Source records:
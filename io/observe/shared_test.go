package observe

import (
	"errors"
	"fmt"
	"io"
	"strings"
	"testing"
	"testing/iotest"
	"unsafe"

	"github.com/google/go-cmp/cmp"
)

// plainRead is what a table holds by the CSV reader alone, from the first byte to the last: the independent route
// that Whole and Split are checked against.
type plainRead struct {
	names  []string
	lines  []int
	fields [][]string
	err    error
}

func readPlainly(r io.Reader) (p plainRead) {
	decoded, from, err := openOrigin(r, "wells.csv", Format{})
	if err != nil {
		return plainRead{err: err}
	}
	in, err := openText(decoded, from)
	if err != nil {
		return plainRead{err: err}
	}
	h, err := readHeader(in, "wells.csv")
	if err != nil {
		return plainRead{err: err}
	}
	p.names = h.names
	for {
		record, err := in.Read()
		switch {
		case err == io.EOF && len(p.lines) == 0:
			return plainRead{err: h.noRows()}
		case err == io.EOF:
			return p
		case err != nil:
			return plainRead{err: readError("wells.csv", err)}
		}
		if all := strings.TrimSpace(strings.Join(record, " ")); all == "" || all == "\x1a" && len(record) == 1 {
			continue
		}
		line, _ := in.FieldPos(0)
		here := Error{File: "wells.csv", Line: line, Row: len(p.lines) + 1}
		if err := h.checkRecord(record, here); err != nil {
			return plainRead{err: err}
		}
		var trimmed []string
		for _, s := range record {
			trimmed = append(trimmed, strings.Clone(strings.TrimSpace(s)))
		}
		p.lines, p.fields = append(p.lines, line), append(p.fields, trimmed)
	}
}

func message(err error) string {
	if err == nil {
		return "none"
	}
	return err.Error() + "\nhint: " + hint(err)
}

// checkWhole holds Whole and what it found to the CSV reader.
func checkWhole(t *testing.T, text string) *Shared {
	t.Helper()
	shared, err := Whole(strings.NewReader(text), "wells.csv")
	checkAgainst(t, shared, err, readPlainly(strings.NewReader(text)))
	return shared
}

func checkAgainst(t *testing.T, shared *Shared, err error, want plainRead) {
	t.Helper()
	if diff := cmp.Diff(message(want.err), message(err)); diff != "" {
		t.Fatalf("error (-want +got):\n%s", diff)
	}
	if (shared == nil) != (err != nil) {
		t.Fatalf("table %v with error %v", shared, err)
	}
	if err != nil {
		return
	}
	var got plainRead
	got.names = shared.Columns()
	p := newParser(shared.header.origin.separator)
	for i := range shared.rows {
		text, line := shared.text.(*heldCSV).row(i)
		var fields []string
		for k := range got.names {
			field, err := p.field(text, k)
			if err != nil {
				t.Fatal(err)
			}
			fields = append(fields, string(field))
		}
		got.lines, got.fields = append(got.lines, line), append(got.fields, fields)
	}
	if diff := cmp.Diff(want, got, cmp.AllowUnexported(plainRead{})); diff != "" {
		t.Fatalf("rows (-want +got):\n%s", diff)
	}
}

// Files with every oddity that a record can have; the expected rows are those of the CSV reader.
func TestWholeFindsTheRows(t *testing.T) {
	tests := []struct{ name, text string }{
		{"plain", "x,y\n1,2\n3,4\n"},
		{"no final line end", "x,y\n1,2\n3,4"},
		{"carriage return at the end", "x,y\n1,2\n3,4\r"},
		{"nothing but a carriage return on the last line", "x,y\n1,2\n\r"},
		{"windows line ends", "x,y\r\n1,2\r\n\r\n3,4\r\n"},
		{"mixed line ends", "x,y\n1,2\r\n3,4\n5,6\r\n"},
		{"two carriage returns", "x,y\n1,2\r\r\n3,4\n"},
		{"two carriage returns in one column", "x\n1\n\r\r\n2\n"},
		{"mark", "\xef\xbb\xbfx,y\n1,2\n"},
		{"blank lines above, between and below", "\n\r\nx,y\n\n1,2\n\n\r\n3,4\n\n\n"},
		{"a line of blanks in one column", "x\n1\n  \n2\n"},
		{"empty rows", " , \nx,y\n,\n1,2\n\" \",\n,,,\n\u2003,\u0085\n3,\n\x1a\n"},
		{"a separator is told", "\nsep=;\nx;y\n1;2\n"},
		{"a line of blanks at the end", "x\n1\n  "},
		{"quotes", "x,y\n\"1\",2\n3,\"4\"\n\"5\", \"6\"\n"},
		{"quoted header", "\"x\n1\",\"y\"\n1,2\n3,4\n"},
		{"quoted commas", "x,y,z\n\"1,1\",\",\",2\n"},
		{"quoted quotes", "x,y\n\"a \"\"b\"\"\",2\n\"\"\"\",3\n\"\",4\n"},
		{"quoted line ends", "x,y\n\"a\nb\",2\n\"a\r\n\r\nb\",3\n4,\"\n\"\n5,6\n"},
		{"quoted line end last", "x,y\n1,2\n3,\"a\nb\""},
		{"a quoted field is all there is", "x\n\"\"\n\"\"\n"},
		{"spaces that are not blanks", "x,y\n\u00a0north\u2003,\u0085\n \t\"a\",\u3000\"b\"\n"},
		{"letters beyond ASCII", "höhe,città\n1,Übersee\n2,\"Łódź\"\n"},
		{"a long row", "x,y\n1,2\n3,\"" + strings.Repeat("a\n", 500_000) + "\"\n5,6\n"},
		{"a long header", "x," + strings.Repeat("y", 200_000) + "\n1,2\n"},
	}
	for _, test := range tests {
		t.Run(test.name, func(t *testing.T) { checkWhole(t, test.text) })
	}
}

// The end of a block may fall on any byte of a record.
func TestWholeAtTheEndOfABlock(t *testing.T) {
	const start, tricky = "x,y\n1,", "\"a\r\nb\",\"c \"\"d\"\"\"\r\n\r\n 5,\"\n\n\"\n7,8\r\n"
	for before := range len(tricky) + 2 {
		blanks := strings.Repeat(" ", headSize-before-len(start)-len("2\n"))
		text := start + blanks + "2\n" + tricky + "9,10\n"
		if at := strings.Index(text, tricky); at != headSize-before {
			t.Fatalf("the record stands at %d, want %d", at, headSize-before)
		}
		shared := checkWhole(t, text)
		if len(shared.text.(*heldCSV).blocks) != 2 || shared.rows != 5 {
			t.Errorf("%d before the end: %d blocks, %d rows", before, len(shared.text.(*heldCSV).blocks), shared.rows)
		}
		for _, wrong := range []string{"\"", "1\n", "1,\x00", "1,\"2\" 3\n"} { // errors in the second block
			checkWhole(t, text+wrong)
		}
	}
}

// A reader that fails is reported as Read reports it, wherever it stops, and the rows do not depend on how the
// bytes arrive.
func TestWholeReader(t *testing.T) {
	const text = "\xef\xbb\xbf\"x\",y\r\n1,2\n\r\n\"a\nb\", \"c \"\"d\"\"\"\n5,6\r\n"
	broken := errors.New("the disk went away")
	for cut := range len(text) + 1 {
		failing := func() io.Reader { return io.MultiReader(strings.NewReader(text[:cut]), iotest.ErrReader(broken)) }
		shared, err := Whole(failing(), "wells.csv")
		if err == nil {
			t.Fatalf("cut at %d: no error", cut)
		}
		checkAgainst(t, shared, err, readPlainly(failing()))
		checkWhole(t, text[:cut])
	}
	want := readPlainly(strings.NewReader(text))
	for name, r := range map[string]io.Reader{
		"one byte": iotest.OneByteReader(strings.NewReader(text)), "half": iotest.HalfReader(strings.NewReader(text)),
		"error with the data": iotest.DataErrReader(strings.NewReader(text)),
	} {
		shared, err := Whole(r, "wells.csv")
		if err != nil {
			t.Fatalf("%s: %v", name, err)
		}
		checkAgainst(t, shared, err, want)
	}
}

// A row costs 12 bytes beside its text, and a block is no larger than it needs to be.
func TestSharedIsSmall(t *testing.T) {
	if size := unsafe.Sizeof(span{}); size != 12 {
		t.Errorf("a row takes %d bytes", size)
	}
	text := largeTable(200_000, "")
	shared, err := Whole(strings.NewReader(text), "all.csv")
	if err != nil {
		t.Fatal(err)
	}
	held, rows := 0, 0
	for i, b := range shared.text.(*heldCSV).blocks {
		held += cap(b.text)
		rows += len(b.spans)
		if cap(b.text) > largestBlock || cap(b.spans) > len(b.spans)+len(b.spans)/8+8 {
			t.Errorf("block %d takes %d bytes, and has room for %d rows where it holds %d", i, cap(b.text), cap(b.spans), len(b.spans))
		}
	}
	const page = 8192 // large allocations are rounded up to whole pages
	if rows != 200_000 || held > len(text)+page {
		t.Errorf("%d rows in %d bytes, the file has %d", rows, held, len(text))
	}
}

// FuzzWhole holds Whole and Split to the CSV reader, and ReadPart of everything to Read.
func FuzzWhole(f *testing.F) {
	f.Add("x,y,n,soil\n1,2,3,clay\n5,6,NA,loam\n9,9,1,\n", uint8(3))
	f.Add("\xef\xbb\xbfLon,Lat,n,soil\r\n1,2,3,\"a \"\"b\"\"\"\r\n\r\n4,97,6,\" a\r\n\"", uint8(3))
	f.Add("x,y\n1,\"2\n3,4\n", uint8(0))
	f.Add("x\n\r\r\n\" \"\r", uint8(0))
	f.Add("x,y\n1,2\"\n", uint8(1))
	f.Add("x;y\n1;2\n", uint8(1))
	f.Fuzz(func(t *testing.T, text string, column uint8) {
		skipFeatures(t, text)
		shared := checkWhole(t, text)
		if shared == nil {
			return
		}
		checkSplit(t, shared, int(column)%len(shared.header.names), readPlainly(strings.NewReader(text)))
		want := Request{Response: "n", Kind: Count, Category: []string{"soil"}, Keep: []string{"x"}}
		for _, want := range []Request{want, {}} {
			table, err := Read(strings.NewReader(text), "wells.csv", want)
			part, partErr := ReadPart(shared.All(), want)
			if diff := cmp.Diff(message(err), message(partErr)); diff != "" {
				t.Fatalf("error (-Read +ReadPart):\n%s", diff)
			}
			if diff := cmp.Diff(table, part); diff != "" {
				t.Fatalf("table (-Read +ReadPart):\n%s", diff)
			}
		}
	})
}

// checkSplit compares a split by one column with a literal one.
func checkSplit(t *testing.T, shared *Shared, column int, plain plainRead) {
	t.Helper()
	name := plain.names[column]
	parts, unnamed, err := shared.Split(name)
	if name == "" {
		if err == nil {
			t.Fatal("split by a column without a name")
		}
		return
	}
	if err != nil {
		t.Fatal(err)
	}
	var names []string
	rows := map[string][]int32{}
	var first Unnamed
	for i, fields := range plain.fields {
		value := fields[column]
		if missing(value) {
			if first.Rows++; first.Rows == 1 {
				first = Unnamed{Rows: 1, Line: int32(plain.lines[i]), Row: int32(i + 1), Value: value}
			}
			continue
		}
		if rows[value] == nil {
			names = append(names, value)
		}
		rows[value] = append(rows[value], int32(i))
	}
	if diff := cmp.Diff(first, unnamed); diff != "" {
		t.Fatalf("without a name (-want +got):\n%s", diff)
	}
	if len(parts) != len(names) {
		t.Fatalf("%d parts, want %q", len(parts), names)
	}
	bytes := 0
	for i, p := range parts {
		if p.Name != names[i] || p.Rows != len(p.rows) {
			t.Fatalf("part %d is %q of %d rows, want %q", i, p.Name, p.Rows, names[i])
		}
		if diff := cmp.Diff(rows[p.Name], p.rows); diff != "" {
			t.Fatalf("rows of %q (-want +got):\n%s", p.Name, diff)
		}
		bytes += p.Bytes
	}
	if all := shared.All(); bytes > all.Bytes || unnamed.Rows == 0 && bytes != all.Bytes {
		t.Fatalf("parts of %d bytes in all, the whole has %d", bytes, all.Bytes)
	}
}

func ExampleShared_Split() {
	plots := "district,x,y,stems\nNorth,120,40,31\nSouth,180,40,12\nNorth,150,90,\nNorth,160,95,17\n"
	shared, err := Whole(strings.NewReader(plots), "plots.csv")
	if err != nil {
		fmt.Println(err)
		return
	}
	districts, _, err := shared.Split("district")
	if err != nil {
		fmt.Println(err)
		return
	}
	for _, district := range districts {
		table, err := ReadPart(district, Request{Response: "stems", Kind: Count})
		if err != nil {
			fmt.Println(err)
			return
		}
		fmt.Println(district.Name, table.Column("stems").Number, "on lines", table.Line)
		for _, a := range table.Aside {
			fmt.Printf("line %d: %s\n", a.Line, a.Reason)
		}
	}
	// Output:
	// North [31 17] on lines [2 5]
	// line 4: response is missing
	// South [12] on lines [3]
}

About this exercise:
Copy out every line of the data that includes "start".

Task result:
	const start, tricky = "x,y\n1,", "\"a\r\nb\",\"c \"\"d\"\"\"\r\n\r\n 5,\"\n\n\"\n7,8\r\n"
		blanks := strings.Repeat(" ", headSize-before-len(start)-len("2\n"))
		text := start + blanks + "2\n" + tricky + "9,10\n"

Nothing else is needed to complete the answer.